(Beginning of Material for this task)

"""Earth pressure of a backfill against a wall before the floor (method notes §12): IBC Table
1610.1 equivalent fluid pressures, the shear and moment they cause, and their load factors;
named in `bracing.backfill`.

Small pure formulas over floats or numpy arrays. Per foot of wall: forces in lb, moments in
lb-ft, heights in ft, pressures in psf and equivalent fluid pressures in psf per ft of depth.
Heights are measured up from the top of the footing (the wall's base).
"""

from __future__ import annotations

from dataclasses import dataclass

import numpy as np

# IBC 2018 Table 1610.1, equivalent fluid pressure (psf per ft), (active, at-rest). from memory.
EFP_IBC_1610_1 = {
    "GW": (30.0, 60.0), "GP": (30.0, 60.0), "SW": (30.0, 60.0), "SP": (30.0, 60.0),
    "GM": (40.0, 60.0), "GC": (45.0, 60.0), "SM": (45.0, 60.0),
    "SM-SC": (45.0, 100.0), "SC": (60.0, 100.0), "ML": (45.0, 100.0),
    "ML-CL": (60.0, 100.0), "CL": (60.0, 100.0),
}
UNSUITABLE_IBC_1610_1 = ("OL", "OH", "MH", "CH")  # IBC 2018 Table 1610.1 note (from memory)
EFP_SOURCE = "IBC 2018 Table 1610.1 (unconfirmed value)"
SOIL_UNIT_WEIGHT_PCF = 120.0  # common practice
WATER_PCF = 62.4  # unit weight of water
# ASCE 7-16 §2.3.1 / §2.4.1: earth pressure H where it adds to the load effect (from memory).
LOAD_FACTOR_H = {"LRFD": 1.6, "ASD": 1.0}
COMBINATION = {"LRFD": "0.9D + 1.6H (ASCE 7-16 §2.3.1, unconfirmed value)",
               "ASD": "0.6D + 1.0H (ASCE 7-16 §2.4.1, unconfirmed value)"}


class UnsuitableSoil(ValueError):
    """A soil class that IBC Table 1610.1 does not accept as backfill."""


def equivalent_fluid_pressure(soil: str, state: str = "at_rest") -> float:
    """Design lateral soil load of a soil class, as an equivalent fluid pressure.

    Parameters
    ----------
    soil : str
        Unified soil classification of the backfill ('GW', 'SM', 'CL', ...); case and
        surrounding blanks ignored.
    state : {'at_rest', 'active'}, optional
        At-rest (default; compaction locks it in) or active (a site rule).

    Returns
    -------
    float
        Equivalent fluid pressure, psf per ft of depth.

    Raises
    ------
    UnsuitableSoil
        For OL, OH, MH and CH, which the table does not accept as backfill.
    ValueError
        For an unknown soil class or state.

    References
    ----------
    IBC 2018 Table 1610.1 (from memory; confirm).

    Examples
    --------
    GW 30 active / 60 at-rest; CL 60 / 100 (from memory).

    >>> equivalent_fluid_pressure("GW", "active"), equivalent_fluid_pressure("GW")
    (30.0, 60.0)
    >>> equivalent_fluid_pressure("CL", "active"), equivalent_fluid_pressure("CL")
    (60.0, 100.0)
    """
    name = soil.strip().upper()
    if name in UNSUITABLE_IBC_1610_1:
        raise UnsuitableSoil(f"soil class {name} is unsuitable as backfill (IBC 2018 Table "
                             "1610.1): replace it, or give the geotechnical report's pressure")
    if name not in EFP_IBC_1610_1:
        raise ValueError(f"unknown soil class {soil!r}; one of {', '.join(EFP_IBC_1610_1)}")
    if state not in ("active", "at_rest"):
        raise ValueError(f"pressure state must be 'active' or 'at_rest', not {state!r}")
    active, at_rest = EFP_IBC_1610_1[name]
    return active if state == "active" else at_rest


def pressure_coefficient(efp, unit_weight=SOIL_UNIT_WEIGHT_PCF):
    """Lateral pressure coefficient K = EFP / soil unit weight (method notes §12).

    Parameters
    ----------
    efp : float or array_like
        Equivalent fluid pressure, psf per ft.
    unit_weight : float, optional
        Soil unit weight, pcf (default 120, common practice).

    Returns
    -------
    float or ndarray
        K, dimensionless.

    References
    ----------
    Statics: an equivalent fluid pressure is K gamma.

    Examples
    --------
    60 psf/ft (IBC 2018 Table 1610.1, GW at rest, from memory) over 120 pcf: K = 0.5.

    >>> float(pressure_coefficient(60.0))
    0.5
    """
    return np.asarray(efp, dtype=float) / unit_weight


def resultants(height, efp, unit_weight=SOIL_UNIT_WEIGHT_PCF, surcharge=0.0, water=0.0):
    """Shear and moment at the base of a backfill, per ft of wall, unfactored.

    Pressure at depth z: p = K q_s + EFP z + gamma_w (1 - K) s, with s the depth below the water
    level (water at 62.4 psf/ft plus the submerged soil, K (gamma - gamma_w) per ft; K above 1
    taken as 1, conservative). Integrated: V = K q H + EFP H^2/2 + c h_w^2/2 and
    M = K q H^2/2 + EFP H^3/6 + c h_w^3/6 (statics).

    Parameters
    ----------
    height : float or array_like
        Backfill height H above the base, ft (negative taken as 0).
    efp : float or array_like
        Equivalent fluid pressure, psf per ft.
    unit_weight : float, optional
        Soil unit weight, pcf (default 120, common practice).
    surcharge : float, optional
        Uniform surcharge q_s on the backfill's surface, psf.
    water : float, optional
        Water level above the base h_w, ft (0: drained).

    Returns
    -------
    shear : float or ndarray
        V at the base, lb per ft of wall.
    moment : float or ndarray
        M at the base, lb-ft per ft of wall.

    References
    ----------
    Statics of a triangular pressure; EFP from IBC 2018 Table 1610.1 (from memory).

    Examples
    --------
    8 ft of GW at rest (60 psf/ft, IBC 2018 Table 1610.1, from memory), dry, no surcharge:
    V = 60 x 8^2 / 2 = 1,920 lb/ft, M = 60 x 8^3 / 6 = 5,120 lb-ft/ft.

    >>> [float(v) for v in resultants(8.0, 60.0)]
    [1920.0, 5120.0]
    """
    h = np.maximum(np.asarray(height, dtype=float), 0.0)
    k = pressure_coefficient(efp, unit_weight)
    hw = np.clip(water, 0.0, h)
    extra = WATER_PCF * np.maximum(1.0 - k, 0.0)
    shear = k * surcharge * h + efp * h**2 / 2.0 + extra * hw**2 / 2.0
    moment = k * surcharge * h**2 / 2.0 + efp * h**3 / 6.0 + extra * hw**3 / 6.0
    return shear, moment


def resultants_at(level, height, efp, unit_weight=SOIL_UNIT_WEIGHT_PCF, surcharge=0.0,
                  water=0.0):
    """Shear and moment at a `level` above the base from the backfill above it: the fill above
    is a backfill of height H - y with its water at h_w - y (statics)."""
    return resultants(np.asarray(height) - level, efp, unit_weight, surcharge,
                      np.maximum(np.asarray(water) - level, 0.0))


# --- The backfill ------------------------------------------------------------------------------
def pressure_parts(level, height, efp, unit_weight, surcharge=0.0, water=0.0):
    """The unfactored lateral pressure (psf) at `level` ft above the base under a backfill of
    `height` ft, in its three parts (method notes §12, `p = K q_s + EFP z + 62.4 (1 - K) s`):
    the surcharge's `K q_s` (over the full height), the soil's `EFP z` (z the depth below the
    backfill's top) and the water's `62.4 (1 - K) s` (s the depth below the water level at
    `water` ft above the base; K above 1 taken as 1). Zero above the backfill."""
    y = np.asarray(level, dtype=float)
    k = pressure_coefficient(efp, unit_weight)
    below = y <= height
    depth = np.clip(height - y, 0.0, None)
    submerged = np.clip(np.minimum(water, height) - y, 0.0, None)
    return (np.where(below, k * surcharge, 0.0),
            efp * depth,
            WATER_PCF * np.maximum(1.0 - k, 0.0) * submerged)


@dataclass(frozen=True)
class Soil:
    """The backfill: its equivalent fluid pressure and where it came from."""

    efp: float                      # psf per ft
    source: str
    unit_weight: float = SOIL_UNIT_WEIGHT_PCF
    surcharge: float = 0.0          # psf on the backfill surface
    water: float = 0.0              # water level above the base, ft (0: drained)

    def at(self, height, level=0.0):
        """Unfactored shear and moment per ft at `level` under a backfill of `height`."""
        return resultants_at(level, height, self.efp, self.unit_weight, self.surcharge,
                             self.water)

(End of Material for this task)

Could you reproduce, exactly, every line above from the line with "import numpy as np" to the line with "WATER_PCF = 62.4", and no other line? Both ends count.

Written solution -
import numpy as np

# IBC 2018 Table 1610.1, equivalent fluid pressure (psf per ft), (active, at-rest). from memory.
EFP_IBC_1610_1 = {
    "GW": (30.0, 60.0), "GP": (30.0, 60.0), "SW": (30.0, 60.0), "SP": (30.0, 60.0),
    "GM": (40.0, 60.0), "GC": (45.0, 60.0), "SM": (45.0, 60.0),
    "SM-SC": (45.0, 100.0), "SC": (60.0, 100.0), "ML": (45.0, 100.0),
    "ML-CL": (60.0, 100.0), "CL": (60.0, 100.0),
}
UNSUITABLE_IBC_1610_1 = ("OL", "OH", "MH", "CH")  # IBC 2018 Table 1610.1 note (from memory)
EFP_SOURCE = "IBC 2018 Table 1610.1 (unconfirmed value)"
SOIL_UNIT_WEIGHT_PCF = 120.0  # common practice
WATER_PCF = 62.4  # unit weight of water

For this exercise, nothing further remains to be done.